While you are on duty and at your desk, you should be in the “sheriffing loop”, which goes like this:
If yes:
Do not wait for a slow builder to cycle green before reopening if you are reasonably confident you have landed a fix - “90% confidence” is an okay threshold for a reopen.
If yes:
If yes:
If yes:
If none of the above conditions obtain, it's time to do some longer-term project health work!
Don't go back to doing your regular project work - sheriffing is a full-time job while your shift is happening.
This section discusses how to figure out what's wrong with a failed build. Generally a build fails for one of four reasons, each of which has its own section below.

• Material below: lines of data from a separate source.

def width_notes(file, widths, **conditions):
    population = Population(file, "n", **conditions)
    return edge_width_notes(population, tuple(population.geometry(width, 1.0) for width in widths))


def test_a_spread_says_where_the_closed_form_fails(make_plain_process):
    (note,) = width_notes(make_plain_process(WEAK), [0.3, 2.0])
    assert note.startswith("Edges of device n, by a solution of the file's geometry: The field oxide's closed form (shape 0.25)")
    assert 'method = "solved"' in note
    trench = width_notes(make_plain_process(WEAK | {"edge": TRENCH}), [0.3, 2.0])
    assert "The trench's closed form" in trench[0]
    assert width_notes(make_plain_process(WEAK | {"edge": {"kind": "field oxide"}}), [0.3]) == []
    assert width_notes(make_plain_process({"edge": {"kind": "none"}}), [0.3]) == []


def test_near_the_table_s_border_there_is_a_note(make_plain_process):
    file = make_plain_process(WEAK | SOLVED)
    assert width_notes(file, [0.3]) == []
    assert "its last slope goes on" in width_notes(file, [0.08, 0.3])[0]


def test_variation_beyond_the_table_is_told(make_plain_process):
    for percent, told in ((5.0, 0), (8.0, 1)):
        file = make_plain_process(WEAK | SOLVED | {"variation.doping": {"lot_percent": percent}})
        notes = solved_edge_notes(Population(file, "n"))
        assert sum("doping varies so much" in note for note in notes) == told


def test_an_edge_is_not_compared_as_a_sample_is(refusal, make_job):
    text = make_job().read_text()
    text = text[: text.index("[[question]]")] + (
        '[[question]]\nask = "edge"\nprocess = ["option_a", "option_b"]\ncompare = true\ndevice = "n"\nwidth_um = [0.2]\n'
    )
    assert "'edge' is not sampled and cannot be compared so" in refusal(load_job, make_job(text=text), {})
    assert len(load_job(make_job(text=text.replace("compare = true\n", "")), {}).asked) == 2


def test_a_p_channel_is_moved_the_other_way(make_plain_process):
    file = make_plain_process(WEAK | SOLVED | {"channel": "p", "gate": "p+ polysilicon"})
    population = Population(file, "n")
    geometry, silicon = population.geometry(0.2, 1.0), population.silicon({})
    bare = population.thresholds({}, replace(geometry, edge=NoEdge()), silicon, 0.05)
    assert population.thresholds({}, geometry, silicon, 0.05) < bare < 0
    assert ask(file, [0.2]).table.edge_shift_mv[0] > 0  # of the magnitude
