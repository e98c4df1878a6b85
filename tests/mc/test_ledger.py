"""The ledger: what was kept comes back, a run goes on with the same bits, damage and rivals are noticed."""

import os
import signal
import sqlite3
import subprocess
import sys

import numpy as np
import pytest

from mc.codec import encode
from mc.experiment import Experiment, Inputs
from mc.groups import Grouped
from mc.ledger import Ledger, LedgerError, LedgerInUse
from mc.plan import Plan
from mc.runner import results, run

INPUTS = Inputs(seed=4, names=("a", "b"), slice_size=100)
SIZE = 250


def model(draws):
    return np.stack([draws["a"] + draws["b"] ** 2, np.exp(draws["b"])])


EXPERIMENT = Grouped(task=Experiment.prepare(model, INPUTS))


class Stopped(Exception):
    pass


def stopping(after):
    """Progress that stops a run after a number of blocks."""
    seen = []

    def progress(done, target):
        seen.append(done)
        if len(seen) == after:
            raise Stopped

    return progress


def half_width(groups):
    total = groups.total()
    return 3 * np.sqrt(total.central_moments()[1][0] / total.count)


def bits(groups):
    return [encode(part) for part in groups.parts().values()]


@pytest.fixture
def ledger(tmp_path):
    made = Ledger(tmp_path / "blocks.sqlite")
    yield made
    made.close()


PLANS = [
    Plan(samples=40 * SIZE, block_size=SIZE),
    Plan(samples=40 * SIZE + 99, block_size=SIZE),
    Plan(samples=10**6, block_size=SIZE, precision=0.045),
]


@pytest.mark.parametrize("plan", PLANS, ids=["whole", "cut", "precision"])
@pytest.mark.parametrize("after", [1, 4, 5, 39])
def test_a_stopped_run_goes_on_with_the_same_bits(ledger, plan, after):
    expected, samples = run(EXPERIMENT, plan, half_width=half_width)
    part, done = ledger.part("spread"), []
    with pytest.raises(Stopped):
        run(EXPERIMENT, plan, half_width=half_width, ledger=part, progress=stopping(after))
    found = run(EXPERIMENT, plan, half_width=half_width, ledger=part, progress=lambda *at: done.append(at))
    assert found[1] == samples and bits(found[0]) == bits(expected)
    assert done[0][0] == (after + 1) * SIZE, "a block that was kept was done again"


def test_a_longer_run_takes_over_a_shorter_one(ledger):
    part, done = ledger.part("spread"), []
    run(EXPERIMENT, Plan(samples=10 * SIZE + 7, block_size=SIZE), ledger=part)
    longer = Plan(samples=30 * SIZE, block_size=SIZE)
    found, _ = run(EXPERIMENT, longer, ledger=part, progress=lambda *at: done.append(at))
    assert bits(found) == bits(run(EXPERIMENT, longer)[0]) and len(done) == 20
    with pytest.raises(ValueError, match="fewer"):
        run(EXPERIMENT, Plan(samples=SIZE, block_size=SIZE), ledger=part)


def test_a_tally_without_groups_goes_on_too(ledger):
    task, plan, part = EXPERIMENT.task, Plan(samples=12 * SIZE, block_size=SIZE), ledger.part("spread")
    with pytest.raises(Stopped):
        run(task, plan, ledger=part, progress=stopping(5))
    assert encode(run(task, plan, ledger=part)[0]) == encode(run(task, plan)[0])


def test_runs_and_parts_are_kept_apart(ledger):
    plan = Plan(samples=3 * SIZE, block_size=SIZE)
    run(EXPERIMENT, plan, ledger=ledger.part("one"), name="a")
    for part, name in (("one", "b"), ("two", "a")):
        assert ledger.part(part).sums(name) == (0, 0, {})
    assert ledger.part("one").sums("a")[:2] == (3, 3 * SIZE)


def test_single_results(ledger):
    calls = []

    def task(value):
        calls.append(value)
        return {"value": np.array([value, 2.0])}

    items = {"first": 1.0, "second": 5.0}
    found = results(task, items, ledger=ledger.part("loss"), name="widths")
    again = results(task, items | {"third": 7.0}, ledger=ledger.part("loss"), name="widths")
    assert calls == [1.0, 5.0, 7.0]
    assert [each["value"][0] for each in again] == [1.0, 5.0, 7.0] and len(found) == 2
    assert ledger.part("loss").result("other", "first") is None


def test_what_it_says_of_itself(ledger):
    ledger.describe({"fingerprint": "f", "version": "1"})
    assert ledger.about() == {"fingerprint": "f", "version": "1"}
    run(EXPERIMENT, Plan(samples=SIZE, block_size=SIZE), ledger=ledger.part("one"))
    ledger.clear()
    assert ledger.about() == {} and ledger.part("one").sums("run") == (0, 0, {})


def test_a_second_process_is_refused(tmp_path, ledger):
    code = f"from mc.ledger import Ledger; Ledger({str(tmp_path / 'blocks.sqlite')!r})"
    finished = subprocess.run([sys.executable, "-c", code], capture_output=True, text=True)
    assert "LedgerInUse" in finished.stderr
    with pytest.raises(LedgerInUse):
        Ledger(tmp_path / "blocks.sqlite")


@pytest.mark.parametrize("damage", ["garbage", "cut", "scrambled"])
def test_damage_is_noticed(tmp_path, damage):
    path = tmp_path / "blocks.sqlite"
    ledger = Ledger(path)
    run(EXPERIMENT, Plan(samples=20 * SIZE, block_size=SIZE), ledger=ledger.part("one"))
    ledger.close()
    data = bytearray(path.read_bytes())
    if damage == "garbage":
        path.write_bytes(b"not a database at all" * 100)
    elif damage == "cut":
        path.write_bytes(data[: len(data) // 2])
    else:
        connection = sqlite3.connect(path)
        (value,) = connection.execute("select value from sums limit 1").fetchone()
        connection.execute("update sums set value = ?", (value[:-1] + bytes([value[-1] ^ 1]),))
        connection.commit()
        connection.close()
    with pytest.raises(LedgerError, match="damaged"):
        Ledger(path).part("one").sums("run")


def test_a_folder_that_cannot_be_written(tmp_path):
    with pytest.raises(LedgerError, match="cannot be written"):
        Ledger(tmp_path / "missing" / "blocks.sqlite")


KILLED = """
import os, signal, sys
sys.path.insert(0, {folder!r})
from test_ledger import EXPERIMENT, SIZE
from mc.ledger import Ledger
from mc.plan import Plan
import mc.runner
from mc.runner import run
mc.runner.KEEP_EVERY = 0
def progress(done, target):
    if done == 17 * SIZE:
        os.kill(os.getpid(), signal.SIGKILL)
run(EXPERIMENT, Plan(samples=40 * SIZE, block_size=SIZE), ledger=Ledger({path!r}).part("one"), progress=progress)
"""


def test_a_killed_process_leaves_whole_blocks(tmp_path):
    path = str(tmp_path / "blocks.sqlite")
    code = KILLED.format(folder=os.path.dirname(__file__), path=path)
    killed = subprocess.run([sys.executable, "-c", code], capture_output=True, text=True)
    assert killed.returncode == -signal.SIGKILL, killed.stderr
    part, plan = Ledger(path).part("one"), Plan(samples=40 * SIZE, block_size=SIZE)
    assert part.sums("run")[0] == 17
    assert bits(run(EXPERIMENT, plan, ledger=part)[0]) == bits(run(EXPERIMENT, plan)[0])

You can spot this kind of failure because the “Compile” step is marked red on the bot‘s page. For this kind of failure the cause is virtually always a CL in the bot’s blamelist; find that CL and revert it. If you can‘t find the CL, try reproducing the build config for the bot locally and seeing if you can reproduce the compile failure. If you don’t have that build setup (eg, the broken bot is an iOS bot and you are a Linux developer and thus unable to build for iOS), get in touch with members of that team for help reproing / fixing the failure. Remember that you are empowered to pull in other engineers to help you fix the tree!

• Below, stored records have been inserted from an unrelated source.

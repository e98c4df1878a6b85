"""Arrows point one way: mc knows nothing of transistors or of questions."""

import ast
from pathlib import Path

import pytest

import mc

MODULES = sorted(Path(mc.__file__).parent.glob("**/*.py"))


def imported(path):
    """Top-level packages a module imports, wherever in the file; a relative import counts as its own package."""
    for node in ast.walk(ast.parse(path.read_text(encoding="utf-8"))):
        if isinstance(node, ast.Import):
            yield from (alias.name.split(".")[0] for alias in node.names)
        elif isinstance(node, ast.ImportFrom):
            yield "mc" if node.level else node.module.split(".")[0]


def test_the_package_was_found():
    assert "runner.py" in [path.name for path in MODULES]
    assert "numpy" in {name for path in MODULES for name in imported(path)}


@pytest.mark.parametrize("path", MODULES, ids=lambda path: path.name)
def test_imports_nothing_of_physics_or_studies(path):
    assert not {"physics", "studies", "tests"} & set(imported(path))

You can spot this kind of failure by a test step being marked red on the bot‘s page. Note that test steps with “(experimental)” at the end don’t count - these can fail without turning the entire bot red, and can usually be safely ignored. Also, if a suite fails, it is usually best to focus on the first failed test within the suite, since a failing test will sometimes disturb the state of the test runner for the rest of the tests.

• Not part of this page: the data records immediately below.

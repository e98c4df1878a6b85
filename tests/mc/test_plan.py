"""Plans: blocks cover exactly, longer runs extend shorter ones, and precision is asked of whole rounds."""

import numpy as np
import pytest
from hypothesis import given, settings
from hypothesis import strategies as st

from mc.plan import Block, Plan

counts = st.integers(1, 5000)


@settings(deadline=None, derandomize=True)
@given(samples=counts, block_size=st.integers(1, 700))
def test_blocks_cover_exactly(samples, block_size):
    plan = Plan(samples=samples, block_size=block_size)
    blocks = list(plan.blocks(0, samples))
    assert len(blocks) == plan.count(0, samples)
    assert [block.number for block in blocks] == list(range(len(blocks)))
    assert all(block.size == block_size for block in blocks[:-1])
    assert 1 <= blocks[-1].size <= block_size
    assert sum(block.size for block in blocks) == samples


@settings(deadline=None, derandomize=True)
@given(shorter=counts, longer=counts, block_size=st.integers(1, 700))
def test_a_longer_run_starts_with_the_shorter_ones_blocks(shorter, longer, block_size):
    shorter, longer = sorted((shorter, longer))
    plan = Plan(samples=longer, block_size=block_size)
    whole = shorter // block_size
    assert list(plan.blocks(0, longer))[:whole] == list(plan.blocks(0, shorter))[:whole]
    # going on after whole blocks gives what one round would have given
    joined = [*plan.blocks(0, whole * block_size), *plan.blocks(whole * block_size, longer)]
    assert joined == list(plan.blocks(0, longer))


def test_a_fixed_number_is_one_round():
    plan = Plan(samples=1050, block_size=100)
    assert plan.first_target() == 1050
    assert plan.next_target(1050, half_width=np.inf) == 1050
    assert list(plan.blocks(0, 1050))[-1] == Block(10, 50)


def test_a_precision_starts_with_the_pilot():
    assert Plan(samples=10**6, block_size=100, precision=0.1, minimum_blocks=3).first_target() == 300
    assert Plan(samples=250, block_size=100, precision=0.1, minimum_blocks=3).first_target() == 250


PLAN = Plan(samples=10_000, block_size=100, precision=0.1)


@pytest.mark.parametrize(
    "done, half_width, target",
    [
        (400, 0.1, 400),  # reached
        (400, 0.05, 400),  # more than reached
        (400, 0.0, 400),
        (400, 0.2, 1700),  # twice too wide: four times the samples, 5 % more, whole blocks
        (400, 0.1001, 500),  # a hair too wide: one block more at least
        (9900, 0.1001, 10_000),
        (400, 5.0, 10_000),  # never above what may be spent
        (400, np.inf, 10_000),
        (10_000, 0.2, 10_000),  # all spent
    ],
)
def test_next_target(done, half_width, target):
    assert PLAN.next_target(done, half_width) == target


@settings(deadline=None, derandomize=True)
@given(blocks=st.integers(1, 99), ratio=st.floats(0.01, 1e6), samples=st.integers(9901, 10**6))
def test_targets_are_whole_blocks_forward(blocks, ratio, samples):
    plan = Plan(samples=samples, block_size=100, precision=1.0)
    done = blocks * 100
    target = plan.next_target(done, ratio)
    assert target == done if ratio <= 1 else done < target <= samples
    assert target % 100 == 0 or target == samples
    # by the root law the target reaches the precision, unless all is spent
    assert target == samples or ratio * np.sqrt(done / target) <= 1


@pytest.mark.parametrize("name", ["samples", "block_size", "minimum_blocks"])
def test_counts_below_one_are_refused(name):
    with pytest.raises(ValueError, match=f"{name}.* 1 or more"):
        Plan(**({"samples": 10, "block_size": 10} | {name: 0}))


@pytest.mark.parametrize("precision", [0.0, -1.0, np.nan])
def test_nonsense_precision_is_refused(precision):
    with pytest.raises(ValueError, match="precision must be above 0"):
        Plan(samples=10, block_size=10, precision=precision)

Take a look at the first red step. The buildbot page will probably say something like “Deterministic failures: Foo.Bar”, and then “Flaky failures: Baz.Quxx (ignored)”. You too can ignore the flaky failures for the moment - the deterministic failures are the ones that actually made the step go red. Note that here “deterministic” means “failed twice in a row” and “flaky” means “failed once”, so a deterministic failure can still be caused by a flake.
From here there are a couple of places to go:
When debugging a layout_tests
failure: use the layout_test_results
step link from the bot page; this will give you a useful UI that lets you see image diffs and similar. This will be under “archive results” usually.
One thing to specifically look out for: if a test is often slow, it will sometimes flakily time out on bots that are extra-slow, especially bots that run sanitizers (MSAN/TSAN/ASAN) or debug bots. If you see flaky timeouts for a test, but only on these bots, that test might just be slow. For Blink tests there is a file called SlowTests that lists these tests and gives them more time to run; for Chromium tests you can just mark these as DISABLED_
in those configurations if you want.
When marking a Blink test as slow/flaky/etc, it‘s often not clear who to send the CL to, especially if the test is a WPT test imported from another repository or hasn’t been edited in a while. In those situations, or when you just can't find the right owner for a test, feel free to TBR your CL to one of the other sheriffs on your rotation and kick it into the Blink triage queue (ie: mark the bug as Untriaged with component Blink).
If a bot turns purple rather than red, that indicates an infra failure of some type. These can have unpredictable effects, and in particular, if a bot goes red after a purple run, that can often be caused by corrupt disk state on the bot. Ask a trooper for help with this via go/bugatrooper. Do not immediately ping in slack #ops unless you have just filed (or are about to file) a Pri-0 infra bug, or you have a Pri-1 bug that has been ignored for >2 hours.
There are many other things that can go wrong, which are too individually rare and numerous to be listed here. Ask for help with diagnosis in Slack #sheriffing and hopefully someone else will be able to help you figure it out.